Saturday, February 25, 2012

A great bonanza for the lawyers?

In a post The Patent War to End All Patent Wars, John C. Dvorak reviews some of the issues in the upcoming patent fight/litigation between Apple and Microsoft on one side and Google, Motorola, and Samsung on the other. In the future, Nokia will likely come in with Microsoft while IBM will likely side with Google.

Within the Dvorak post, one has the text:

If they [patents] indeed protect inventions, then why do they have to be licensed at all? Seriously, if I invent something, the patent system is supposed to give me a 26-year monopoly on the invention, after which it is passed into the public domain for all to use.

Separately, Timothy B. Lee analyzes the "inventiveness" of Apple in a piece in Forbes titled >Apple (Mostly) Isn't to Blame for the Patent Mess , which includes the text:

The problem is that once you have the full context, it’s surprisingly difficult to draw a line between ideas Apple “invented” and already-existing ideas that Apple merely put to use in a new context. For example, NYU’s Jeff Han demonstrated a set of sophisticated multi-touch applications at a 2006 TED Talk. Apple’s genius was largely to recognize that these same multi-touch gestures could be usefully translated to the form-factor of a cell phone. So was Apple’s application of Han’s techniques to the cell phone context a new invention or just a relatively obvious translation of Han’s work to a new form factor?

Another example: Apple pioneered the “slide to unlock” paradigm. But it wasn’t actually the first company to use this gesture. A 2005 phone called the Neonode N1m employed a slide-to-unlock feature that was virtually identical. The only difference: the iPhone features a graphical “slider” that gives the user feedback as he slides his finger across the screen. The N1m didn’t provide any such feedback. Does adding a graphical indicator to the N1m’s slide-to-unlock gesture make it a new invention or a straightforward enhancement to existing technology?

I have my personal opinions on these questions, but the broader point is that it’s hard to see how this kind of question could ever be settled in an objective fashion. From the perspective of patent law, the question is whether the improvements in question (putting multitouch on a phone, adding a graphical indicator to slide-to-unlock) would have been “obvious” to someone of ordinary skill in the art. But thisis just re-stating the same subjective question in slightly different terms. If you polled a bunch of engineers or patent lawyers, you’d likely get widely varying opinions.

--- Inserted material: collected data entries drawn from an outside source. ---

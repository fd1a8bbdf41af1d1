package org.nebulith.report.chart;

import java.util.List;
import java.util.Objects;

import org.knowm.xchart.XYChart;


/**
 * Mass-radius diagram: curves of constant composition (core mass fraction, water) and measured
 * planets with their 1-sigma error bars, log mass axis.
 *
 * @param massMearth the masses of the curves [M_earth], increasing
 * @param curves     radius curves [R_earth] on that grid
 * @param planets    the planets
 */
public record MassRadiusChart(double[] massMearth, List<Curve> curves, List<Planet> planets) {

    /**
     * @param label     name
     * @param mass      mass [M_earth]
     * @param massErr   its error
     * @param radius    radius [R_earth]
     * @param radiusErr its error
     */
    public record Planet(String label, double mass, double massErr, double radius, double radiusErr) {
        public Planet {
            Objects.requireNonNull(label);
            if (!(mass > 0 && radius > 0 && massErr >= 0 && radiusErr >= 0)) {
                throw new IllegalArgumentException(label + ": mass and radius must be > 0 with errors >= 0");
            }
        }
    }

    public MassRadiusChart {
        massMearth = massMearth.clone();
        Curve.checkGrid(massMearth, "mass-radius chart");
        for (Curve c : curves) {
            c.check(massMearth.length, "mass-radius chart", false, 0, Double.MAX_VALUE);
        }
        curves = List.copyOf(curves);
        planets = List.copyOf(planets);
    }

    /**
     * @param size figure size
     * @return the chart
     */
    public Figure chart(final ChartSize size) {
        double lo = Double.POSITIVE_INFINITY;
        double hi = 0;
        for (Curve c : curves) {
            for (double v : c.values()) {
                lo = Math.min(lo, v);
                hi = Math.max(hi, v);
            }
        }
        for (Planet pl : planets) {
            lo = Math.min(lo, pl.radius() - pl.radiusErr());
            hi = Math.max(hi, pl.radius() + pl.radiusErr());
        }
        if (!(hi > lo)) {
            lo = 0;
            hi = 2;
        }
        double span = hi - lo;
        Figure f = new Figure(size.widthPt(), size.heightPt());
        XYChart c = ChartStyle.chart(f, size.widthPt(), size.heightPt(), "Mass [M_earth]", "Radius [R_earth]");
        double mMin = massMearth[0];
        double mMax = massMearth[massMearth.length - 1];
        ChartStyle.logAxis(f, c, true, mMin, mMax);
        c.getStyler().setYAxisMin(Math.max(0, lo - 0.08 * span));
        c.getStyler().setYAxisMax(hi + 0.12 * span);
        for (int i = 0; i < curves.size(); i++) {
            ChartStyle.line(c, curves.get(i).label(), massMearth, curves.get(i).values(), ChartStyle.series(i).line(),
                    true);
        }
        if (!planets.isEmpty()) {
            double[] x = new double[6 * planets.size()];
            double[] y = new double[6 * planets.size()];
            for (int k = 0; k < planets.size(); k++) {
                Planet pl = planets.get(k);
                double[] xs = {Math.max(mMin, pl.mass() - pl.massErr()), Math.min(mMax, pl.mass() + pl.massErr()),
                    Double.NaN, pl.mass(), pl.mass(), Double.NaN};
                double[] ys = {pl.radius(), pl.radius(), Double.NaN, pl.radius() - pl.radiusErr(),
                    pl.radius() + pl.radiusErr(), Double.NaN};
                System.arraycopy(xs, 0, x, 6 * k, 6);
                System.arraycopy(ys, 0, y, 6 * k, 6);
                x[6 * k + 2] = pl.mass();
                x[6 * k + 5] = pl.mass();
            }
            ChartStyle.line(c, "1-sigma", x, y, LineStyle.solid(Palette.REFERENCE, 0.6), false);
            ChartStyle.points(c, "measured planets", planets.stream().mapToDouble(Planet::mass).toArray(),
                    planets.stream().mapToDouble(Planet::radius).toArray(), Marker.DIAMOND, Palette.AXIS, 1.2, true);
        }
        f.fill(c);
        DirectLabels labels = new DirectLabels(f, c);
        for (Planet pl : planets) {
            double x = labels.x(pl.mass());
            double y = labels.y(pl.radius() + pl.radiusErr()) - 5;
            labels.putFirstFree(pl.label(), -1, x, y, x, labels.y(pl.radius() - pl.radiusErr()) + 5);
        }
        return f;
    }

}
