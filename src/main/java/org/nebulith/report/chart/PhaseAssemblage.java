package org.nebulith.report.chart;

import java.util.List;

import org.knowm.xchart.XYChart;
import org.knowm.xchart.XYSeries;

/**
 * Phase assemblage: the amount of each condensed phase against temperature (decreasing to the
 * right), on a linear or logarithmic amount axis. A phase that is absent has amount 0 (or NaN);
 * on the log axis amounts below {@link #LOG_FLOOR_RATIO} times the largest amount are left out
 * (drawn as gaps) so that trace amounts do not flatten the figure.
 *
 * @param temperatureK the temperature grid [K]
 * @param phases       one curve per phase, amounts &ge; 0 (NaN = absent)
 * @param amountUnit   unit of the amounts, e.g. {@code mol per 10^6 Si}
 */
public record PhaseAssemblage(double[] temperatureK, List<Curve> phases, String amountUnit) {

    /** Lower limit of the log axis relative to the largest amount. */
    public static final double LOG_FLOOR_RATIO = 1e-6;

    public PhaseAssemblage {
        temperatureK = temperatureK.clone();
        phases = List.copyOf(phases);
        Curve.checkGrid(temperatureK, "phase assemblage");
        for (Curve c : phases) {
            c.check(temperatureK.length, "phase assemblage", true, 0.0, Double.MAX_VALUE);
        }
    }

    /**
     * @param size     figure size
     * @param logScale whether the amount axis is logarithmic
     * @return the chart
     */
    public XYChart chart(final ChartSize size, final boolean logScale) {
        XYChart chart = ChartStyle.newXYChart(size, TemperatureAxis.TITLE, "Amount [" + amountUnit + "]");
        double[] x = TemperatureAxis.plotted(temperatureK);
        double max = largest();
        double floor = logScale ? max * LOG_FLOOR_RATIO : 0.0;
        for (int i = 0; i < phases.size(); i++) {
            double[] y = phases.get(i).values();
            for (int k = 0; k < y.length; k++) {
                if (logScale && !(y[k] >= floor && y[k] > 0)) {
                    y[k] = Double.NaN;
                }
            }
            XYSeries s = chart.addSeries(phases.get(i).label(), x, y);
            ChartStyle.line(s, i);
        }
        if (logScale) {
            chart.getStyler().setYAxisLogarithmic(true);
            if (max > 0) {
                double smallest = smallestAbove(floor);
                chart.getStyler().setYAxisMin(Math.pow(10, Math.floor(Math.log10(smallest))))
                        .setYAxisMax(Math.pow(10, Math.ceil(Math.log10(max * 1.01))));
            }
        } else {
            chart.getStyler().setYAxisMin(0.0);
        }
        if (logScale) {
            chart.setCustomYAxisTickLabelsFormatter(PhaseAssemblage::decade);
        } else {
            chart.getStyler().setYAxisDecimalPattern("0.##");
        }
        TemperatureAxis.relabel(chart, temperatureK);
        return chart;
    }

    /** Labels decades as powers of ten with superscript exponents (10³); other ticks stay blank. */
    static String decade(final double y) {
        double exponent = Math.log10(y);
        long rounded = Math.round(exponent);
        if (Math.abs(exponent - rounded) > 1e-9) {
            return " ";
        }
        String superscripts = "\u2070\u00b9\u00b2\u00b3\u2074\u2075\u2076\u2077\u2078\u2079";
        StringBuilder text = new StringBuilder("10");
        if (rounded < 0) {
            text.append('\u207b');
        }
        for (char c : Long.toString(Math.abs(rounded)).toCharArray()) {
            text.append(superscripts.charAt(c - '0'));
        }
        return text.toString();
    }

    private double smallestAbove(final double floor) {
        double min = Double.POSITIVE_INFINITY;
        for (Curve c : phases) {
            for (double v : c.values()) {
                if (v >= floor && v > 0 && v < min) {
                    min = v;
                }
            }
        }
        return min;
    }

    private double largest() {
        double max = 0;
        for (Curve c : phases) {
            for (double v : c.values()) {
                if (v > max) {
                    max = v;
                }
            }
        }
        return max;
    }
}
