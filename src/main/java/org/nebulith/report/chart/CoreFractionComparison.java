package org.nebulith.report.chart;

import java.util.List;
import java.util.Objects;

import org.knowm.xchart.AnnotationText;
import org.knowm.xchart.XYChart;
import org.knowm.xchart.XYSeries;
import org.knowm.xchart.style.Styler;

/**
 * Core mass fraction from a planet's mass and radius (y) against the one predicted from its star
 * (x), with 16th-84th percentile bars and the 1:1 line.
 *
 * @param planets the planets
 */
public record CoreFractionComparison(List<Point> planets) {

    /**
     * @param label     planet name
     * @param predicted star-predicted median
     * @param predLow   its 16th percentile
     * @param predHigh  its 84th percentile
     * @param measured  median from mass and radius
     * @param measLow   16th percentile
     * @param measHigh  84th percentile
     */
    public record Point(String label, double predicted, double predLow, double predHigh, double measured,
                        double measLow, double measHigh) {
        public Point {
            Objects.requireNonNull(label);
        }
    }

    public CoreFractionComparison {
        planets = List.copyOf(planets);
        if (planets.isEmpty()) {
            throw new IllegalArgumentException("core fraction chart: no planets");
        }
    }

    /**
     * @param size figure size
     * @return the chart
     */
    public XYChart chart(final ChartSize size) {
        XYChart chart = ChartStyle.newXYChart(size, "Core mass fraction predicted from the star",
                "Core mass fraction from mass and radius");
        chart.getStyler().setXAxisMin(0.0).setXAxisMax(1.0).setYAxisMin(0.0).setYAxisMax(1.0);
        chart.getStyler().setLegendPosition(Styler.LegendPosition.InsideNW);
        chart.getStyler().setXAxisDecimalPattern("0.0");
        chart.getStyler().setYAxisDecimalPattern("0.0");
        XYSeries one = chart.addSeries("1:1", new double[] {0, 1}, new double[] {0, 1});
        ChartStyle.line(one, 7);
        one.setLineColor(Palette.REFERENCE);
        int n = planets.size();
        double[] x = new double[n];
        double[] y = new double[n];
        double[] xl = new double[n];
        double[] xh = new double[n];
        double[] yl = new double[n];
        double[] yh = new double[n];
        for (int i = 0; i < n; i++) {
            Point p = planets.get(i);
            x[i] = p.predicted();
            xl[i] = p.predLow();
            xh[i] = p.predHigh();
            y[i] = p.measured();
            yl[i] = p.measLow();
            yh[i] = p.measHigh();
        }
        ErrorBars.horizontal(chart, "predicted range", x, xl, xh, y, Palette.colour(0));
        ErrorBars.vertical(chart, "measured range", x, y, yl, yh, Palette.colour(0));
        XYSeries s = chart.addSeries("planets", x, y);
        ChartStyle.points(s, 0);
        for (Point p : planets) {
            chart.addAnnotation(new AnnotationText(p.label(), Math.min(0.9, p.predicted() + 0.02), p.measured() + 0.03,
                    false));
        }
        return chart;
    }
}
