package org.nebulith.report.chart;

import java.awt.Graphics2D;
import java.awt.RenderingHints;
import java.awt.Shape;
import java.awt.geom.AffineTransform;
import java.util.ArrayDeque;
import java.util.Deque;

/** Paints a {@link Drawing} on a Java2D surface (a PNG image, or a PDF page through pdfbox-graphics2d). */
final class Java2dPainter {

    private Java2dPainter() {
    }

    /**
     * @param drawing the drawing
     * @param g       the surface, already scaled so that one unit is one point
     */
    static void paint(final Drawing drawing, final Graphics2D g) {
        g.setRenderingHint(RenderingHints.KEY_ANTIALIASING, RenderingHints.VALUE_ANTIALIAS_ON);
        g.setRenderingHint(RenderingHints.KEY_TEXT_ANTIALIASING, RenderingHints.VALUE_TEXT_ANTIALIAS_ON);
        g.setRenderingHint(RenderingHints.KEY_FRACTIONALMETRICS, RenderingHints.VALUE_FRACTIONALMETRICS_ON);
        g.setRenderingHint(RenderingHints.KEY_STROKE_CONTROL, RenderingHints.VALUE_STROKE_PURE);
        Deque<Shape> clips = new ArrayDeque<>();
        for (Drawing.Op op : drawing.ops()) {
            if (op instanceof Drawing.Stroke s) {
                g.setColor(s.style().colour());
                g.setStroke(s.style().stroke());
                g.draw(s.shape());
            } else if (op instanceof Drawing.Fill f) {
                g.setColor(f.colour());
                g.fill(f.shape());
            } else if (op instanceof Drawing.Text t) {
                text(g, t);
            } else if (op instanceof Drawing.Clip c) {
                clips.push(g.getClip() == null ? drawing.bounds() : g.getClip());
                g.clip(c.area());
            } else {
                g.setClip(clips.pop());
            }
        }
    }

    private static void text(final Graphics2D g, final Drawing.Text t) {
        g.setColor(t.colour());
        g.setFont(Fonts.at(t.sizePt()));
        double w = Fonts.width(t.text(), t.sizePt());
        double shift = t.align() == Drawing.Align.LEFT ? 0 : t.align() == Drawing.Align.CENTRE ? w / 2 : w;
        if (!t.upright()) {
            g.drawString(t.text(), (float) (t.x() - shift), (float) t.y());
            return;
        }
        AffineTransform saved = g.getTransform();
        g.translate(t.x(), t.y());
        g.rotate(-Math.PI / 2);
        g.drawString(t.text(), (float) -shift, 0f);
        g.setTransform(saved);
    }
}
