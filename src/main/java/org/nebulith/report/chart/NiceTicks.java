package org.nebulith.report.chart;

import org.knowm.xchart.XYChart;
import org.knowm.xchart.XYSeries;
import org.knowm.xchart.style.markers.SeriesMarkers;

/**
 * Makes XChart choose round tick values on an x axis with a custom label formatter. With such a
 * formatter, XChart 4.0.3 places the ticks on the data's own x values whenever all x values
 * are equally spaced (as a temperature grid is), which gives ticks like 2000, 1820, 1640. One
 * invisible, legend-less series with an off-grid x value (and NaN y values, which draw nothing
 * and do not affect the y range) breaks the equal spacing, so the ordinary round-number ticks
 * are used.
 */
final class NiceTicks {

    private NiceTicks() {
    }

    /**
     * @param chart the chart
     * @param xMin  the smallest plotted x value
     * @param xMax  the largest plotted x value
     */
    static void force(final XYChart chart, final double xMin, final double xMax) {
        double offGrid = xMin + (xMax - xMin) * 0.0123456789;
        XYSeries s = chart.addSeries("\u2063ticks", new double[] {xMin, offGrid}, new double[] {Double.NaN, Double.NaN});
        s.setShowInLegend(false);
        s.setMarker(SeriesMarkers.NONE);
        s.setXYSeriesRenderStyle(XYSeries.XYSeriesRenderStyle.Scatter);
    }
}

In the end, Lee blames the patent office:

It’s not anti-Apple to say that patent law puts Google in an impossible situation. Any effective system of property rights needs clear boundaries so market participants know which resources they’re allowed to use and which ones require the permission of third parties. The patent system is a miserable failure in this respect.

Apple has taken full advantage of the opportunities our broken patent system has given them to hamstring its biggest competitor. But while Apple deserves a small share of the blame, most of the blame should be directed at the institutions—Congress, the courts, and the patent office—that broke the patent system in the first place.